Por mais que as associações de História, nacional e regionais, por mais que os/as colegas professores trabalhem em suas produções acadêmicas, ou voltadas para um público mais amplo, ou nas salas de aulas pelo país afora, a arena do debate público sobre as questões nacionais é desigual: as questões são debatidas com uma forma desproporcional. E isso não apenas em questões históricas que repercutem no nosso tempo, mas nas outras questões públicas: soberania, custo de vida, direitos trabalhistas e sociais, direito à diversidade, moradia, educação e tantos outros. Por mais que nossos colegas da área de História façam “lives”, “podcasts”, programas em canais do Youtube, a luta é desigual, injusta e muitas vezes sufocada pelos interesses do grande capital, da mídia empresarial, dos interesses políticos da Direita que atualmente está no poder.

Em nome de uma suposta “Famíla, Deus, Tradição e Propriedade”, ocorre a aliança dos setores mais reacionários do Brasil com os grupos liberais, defensores das privatizações, da retirada de direitos previdenciários e trabalhistas, do entreguismo mais abjeto das riquezas nacionais. Apesar da pauta de costumes colocá-los em posições antagônicas, na verdade, a aliança no que diz respeito ao desmonte de um mínimo de soberania nacional e de cidadania continuam a todo vapor, mesmo que parte da Esquerda brasileira tampe os olhos e ouvidos para isso e fique na defesa do “Estado Democrático de Direito” ou de “políticas públicas” que apenas aliviam alguns sintomas dos problemas reais do povo brasileiro. E assim, não trave a discussão que deve ser feita, não confronte certas posições, inclusive históricas.

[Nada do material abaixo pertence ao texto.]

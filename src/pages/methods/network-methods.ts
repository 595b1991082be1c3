/** Floor, links, floods, survey and energy: kept beside the docstrings of shared/network. */
import type { MethodGroup } from "./methods.ts";

export const NETWORK_METHODS: readonly MethodGroup[] = [
  {
    id: "links",
    title: "Floor and links",
    methods: [
      {
        title: "Link budget",
        text: "Received power of every pair of nodes, in dB. Distances are three-dimensional and count from 1 m; an obstacle whose outline the straight line crosses on the plan weakens it once. Path loss is computed in the middle of the band, 2440 MHz.",
        formulas: ["P_r = P_t - path loss - obstacles - shadowing + fading", "noise = -174 dBm + 10 log_{10}(B / Hz) + noise figure"],
        source: "Link budget and thermal noise at 290 K: Rappaport, Wireless Communications, 2nd ed., 2002, app. B",
      },
      {
        title: "Free space",
        text: "Also the loss at 1 m of the log-distance model, unless one is typed.",
        formulas: ["L = 20 log_{10}(4 π d f / c)"],
        source: "Friis, Proc. IRE 34, 1946; ITU-R P.525",
      },
      {
        title: "Log-distance",
        text: "With an exponent $n$ of one’s own.",
        formulas: ["L = L_{1m} + 10 n log_{10} d"],
        source: "Rappaport, Wireless Communications, 2nd ed., 2002, 4.9",
      },
      {
        title: "Indoors, by environment, before 2019",
        text: "$f$ in MHz, $d$ in m, one floor. $N$ is 28 in homes, 30 in offices, 22 in commercial rooms (measured at 1.8 to 2 GHz).",
        formulas: ["L = 20 log_{10} f + N log_{10} d - 28"],
        source: "ITU-R P.1238-8, 2015, tables 2 and 5",
      },
      {
        title: "Indoors, industrial, since 2019",
        text: "$f$ in GHz, $d$ in m. With line of sight $α$ = 2.34, $β$ = 24.26, $γ$ = 2.06; without 3.66, 22.42, 2.34 (coefficients from memory).",
        formulas: ["L = 10 α log_{10} d + β + 10 γ log_{10} f"],
        source: "ITU-R P.1238-10, 2019",
      },
      {
        title: "Indoor factory",
        text: "$f$ in GHz, $d$ in m. Sparse or dense clutter, low or high antenna; never less than with line of sight, and dense low never less than sparse low.",
        formulas: [
          "LOS: 31.84 + 21.50 log_{10} d + 19.00 log_{10} f",
          "SL: 33 + 25.5 log_{10} d + 20 log_{10} f",
          "DL: 18.6 + 35.7 log_{10} d + 20 log_{10} f",
          "SH: 32.4 + 23.0 log_{10} d + 20 log_{10} f",
          "DH: 33.63 + 21.9 log_{10} d + 20 log_{10} f",
        ],
        source: "3GPP TR 38.901, table 7.4.1-1",
      },
      {
        title: "Shadowing",
        text: "Normal in dB, one value for every pair of nodes, from the hall’s own seed, so that the hall is the same in every run. For nodes that move it changes along their ways $s$, with correlation distance $D$.",
        formulas: ["correlation = e^{-s / D}"],
        source: "Gudmundson, Electron. Lett. 27(23), 1991",
      },
      {
        title: "Fading",
        text: "Rician with factor $K$ and unit mean power, constant over a slot, for every pair of nodes and channel; $z$ goes on from round to round with correlation $ρ$, by the faster node’s Doppler frequency $f_d = v f / c$ or by a coherence time $T_c$. Within a round, slots in the same coherence time ($0.423 / f_d$ or $T_c$) meet the same fading.",
        formulas: ["h = sqrt(K / (K + 1)) + z / sqrt(K + 1)", "z' = ρ z + sqrt(1 - ρ^2) w", "ρ = J_0(2 π f_d T) or e^{-T / T_c}"],
        source: "Clarke, Bell Syst. Tech. J. 47, 1968; coherence time: Rappaport, 2002, 5.40c",
      },
      {
        title: "Interferers",
        text: "Power spread evenly over the interferer’s band; what falls into the receiver’s band counts as noise in every step that overlaps an on-time at all. Random ones are on and off for exponentially distributed times and start stationary.",
        formulas: ["SINR = signal / (noise + sum of interference in the band)"],
        source: null,
      },
      {
        title: "Packet reception, IEEE 802.15.4",
        text: "SINR is linear and in the receiver’s 2 MHz; $n$ counts the bytes after the length, check sum included. Bit errors are independent.",
        formulas: ["BER = (8 / 15) (1 / 16) Σ_{k=2}^{16} (-1)^k C(16, k) e^{20 SINR (1/k - 1)}", "PRR = (1 - BER)^{8 n}"],
        source: "IEEE Std 802.15.4-2006, annex E.4.1.8 (clause from memory); packets: common practice",
      },
      {
        title: "Packet reception, Bluetooth LE",
        text: "Non-coherent binary FSK at rate $R$ in bandwidth $B$. Coded PHYs as LE 1M with an editable gain in dB. $n$ counts PDU header, payload and check sum. A measured table of PRR over SNR replaces all of it.",
        formulas: ["E_b / N_0 = SINR · B / R", "BER = e^{-E_b / (2 N_0)} / 2", "PRR = (1 - BER)^{8 n}"],
        source: "Proakis, Digital Communications, 4th ed., 2001, 5.4; its use for LE is common practice",
      },
    ],
  },
  {
    id: "floods",
    title: "Floods",
    methods: [
      {
        title: "Wave",
        text: "In a step a node sends or listens. After its first reception in step $s$ it sends $N$ times, whatever it hears in between; the source as if $s$ = 0. No step begins after the slot’s last. A listener receives with the PRR of what sends at once in that step.",
        formulas: ["alternating relay: sends in s + 1, s + 3, ...", "back-to-back relay: sends in s + 1, s + 2, ..."],
        source: "Ferrari, Zimmerling, Thiele and Saukh, IPSN 2011; Jacob et al., DATE 2018",
      },
      {
        title: "Several senders at once",
        text: "They send the same packet within half a microsecond, so their mean powers add. Where the strongest is not above the sum of the others by the capture threshold, a penalty is taken off. With measured ratios several senders are independent tries.",
        formulas: ["signal = Σ P_i, less the penalty unless max P_i ≥ capture · (Σ P_i - max P_i)"],
        source:
          "Capture of about 3 dB: Leentvaar and Flint, IEEE Trans. Commun. 24(5), 1976; Wilhelm, Lenders and Schmitt, IEEE Trans. Wirel. Commun., 2014; the penalty is ours",
      },
      {
        title: "Channels",
        text: "Everybody knows the channel without a message: a slot begins at a place of the list that goes by its name; from there it goes on by one with every time the slot comes again, and with hopping per step with every step.",
        formulas: ["place = (occurrence + slot + step - 1) mod channels"],
        source: null,
      },
      {
        title: "What it is worth in delivery",
        text: "On a line of $H$ hops whose packets arrive with probability $q$, without a slot’s end, a node at the end has the message with probability $P$; the wave is held to it, and to enumeration on lines, stars, rings and a grid.",
        formulas: ["P = (1 - (1 - q)^N)^H"],
        source: "Derived; checked in tests/reference",
      },
      {
        title: "Random numbers of floods",
        text: "The number for a node, step and round is a function of the seed and these alone: a node, slot or transmission more changes none of the others, and better links only add receptions.",
        source: "Threefry-2x32: Salmon, Moraes, Dror and Shaw, SC 2011",
      },
      {
        title: "Slot table",
        text: "Beacon, commands of the round before, measurements as they are ready, commands as computing ends, then other messages, each at the earliest time at which no slot of a common round is in its way. Two rhythms meet unless their first rounds differ by no multiple of the greatest common divisor of their lengths.",
        formulas: ["rounds r_1 + i n_1 and r_2 + j n_2 meet ⇔ gcd(n_1, n_2) divides r_1 - r_2"],
        source: "List scheduling: Graham, SIAM J. Appl. Math. 17(2), 1969; congruences: Bézout",
      },
    ],
  },
  {
    id: "survey",
    title: "Survey",
    methods: [
      {
        title: "Delivery and depth",
        text: "Each node’s share of received floods with its exact interval, from floods at the instants of a run, without the nodes’ scripted outages. A node is deeper than the hop bound when half of some message’s floods reach it in a later step.",
        formulas: ["lower = B(α/2; k, n - k + 1)", "upper = B(1 - α/2; k + 1, n - k)"],
        source: "Clopper and Pearson, Biometrika 26(4), 1934",
      },
      {
        title: "Floods that depend on each other",
        text: "Twenty successive batches: where their delivered floods vary more than independent ones would, the intervals are too narrow, and the survey says by how much. Both messages of a loop lost in one sampling are compared with the product of their shares.",
        formulas: ["spread = Σ (k_i - n_i p)^2 / (n_i p (1 - p)) / 19", "19 · spread: chi-square with 19 degrees of freedom"],
        source: "Index of dispersion: Cochran, Biometrics 10(4), 1954",
      },
      {
        title: "What would help",
        text: "Changes are simulated with the same random numbers for the weakest node, and offered when they take away at least a quarter of its losses, with the time that they cost in the round. A node is a single point of failure when without it another one has less than half of what it had.",
        source: "Common random numbers: Glasserman and Yao, Manage. Sci. 38(6), 1992",
      },
      {
        title: "Contours of the wave",
        text: "The step by which half of the floods have arrived, at points over the plan that only listen, without shadowing and fading of their own. Who sends is drawn flood by flood; the probability that a point has received is computed. Foul ground: on the channels that interferers reach and while they send, more than half of the receptions are lost.",
        formulas: ["P(received by step s) = 1 - Π_{i≤s} (1 - PRR_i)"],
        source: "Lines by marching squares, after Lorensen and Cline, SIGGRAPH 1987",
      },
    ],
  },
  {
    id: "energy",
    title: "Energy",
    methods: [
      {
        title: "Radio-on time",
        text: "A node listens from its wake-up on and sleeps after its last transmission, or at the slot’s end. No node is on for longer than each slot’s wake-up and whole flood, on any floor.",
        formulas: ["alternating relay: at most (H + 2 N - 1 + slack) · step", "back-to-back relay: at most (H + N + slack) · step"],
        source: "Jacob et al., DATE 2018, for alternating relay",
      },
      {
        title: "Charge and battery life",
        text: "Waking up counts at the current of receiving. The battery’s usable share is spent by the radio alone; processor and sensor come on top. The defaults name their data sheets.",
        formulas: ["Q = I_{send} t_{send} + I_{receive} t_{listen} + I_{sleep} t_{rest}", "E = Q U", "life = usable capacity · T / Q"],
        source: "Currents: Nordic nRF52840 product specification; Texas Instruments data sheets of CC2340R5, CC2538 and CC2652R",
      },
      {
        title: "Use of the medium",
        text: "A hint only, for equipment that does not listen before it sends, above 10 %. Local spectrum rules decide.",
        formulas: ["MU = P / 100 mW · share of the time on the air"],
        source: "ETSI EN 300 328 V2.2.2 (formula from memory)",
      },
    ],
  },
];
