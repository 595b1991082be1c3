import { isRouteErrorResponse, useRouteError } from "react-router-dom";
import { DocumentTitle } from "#src/app/document-title.tsx";
import { paths } from "#src/app/paths.ts";
import { Button } from "#src/components/ui/button.tsx";
import { ErrorView } from "#src/components/ui/states.tsx";
import { NotFound } from "./not-found.tsx";

/** A part of the page that is fetched when it is first needed, and was not there: another version was installed, or no connection. */
const isMissingPart = (error: unknown) => error instanceof TypeError && /import|module/i.test(error.message);

/** Leaves by a full load: whatever is broken in memory is gone, drafts are in the browser's storage. */
export function Crashed() {
  const error = useRouteError();
  if (isRouteErrorResponse(error) && error.status === 404) return <NotFound />;
  const missing = isMissingPart(error);
  return (
    <>
      <DocumentTitle>Stopped</DocumentTitle>
      <ErrorView
        heading="h1"
        title={missing ? "A part of this page could not be loaded" : "This page has stopped"}
        text={
          missing
            ? "Either Holdfast was updated in the meantime or the server cannot be reached. Load the page again."
            : "A mistake in the program stopped it. Unsaved changes of a scenario are kept in this browser and come back when the page is loaded again."
        }
      >
        <Button kind="go" onClick={() => location.reload()}>
          Load the page again
        </Button>
        <Button onClick={() => location.assign(paths.home())}>To the scenarios</Button>
      </ErrorView>
      {!missing && (
        <details className="mx-auto max-w-measure text-small text-ink-2">
          <summary>What to tell the developers</summary>
          <pre className="mt-2 overflow-x-auto border-t border-line pt-2 font-sans whitespace-pre-wrap">
            {error instanceof Error ? `${error.name}: ${error.message}` : String(error)}
          </pre>
        </details>
      )}
    </>
  );
}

Sinceramente espero que, caso seja vitoriosa nas eleições que virão, essa mesma esquerda seja capaz de ir além do que já fez no passado, no curto período em que governou, ir além do estabelecimento de algumas políticas públicas, que ajude de fato na construção de um debate sobre os verdadeiros problemas do Brasil. E neste caso está incluída a superação da nostalgia sobre um passado romantizado, de um país cordial, pacífico, que não existiu nem durante o período colonial, muito menos nos “Tempos do Imperador”.


Referência


SALLES, Ricardo. Nostalgia imperial: escravidão e formação da identidade nacional no Brasil do Segundo Reinado. - 2. ed. - Rio de Janeiro: Ponteio, 2013.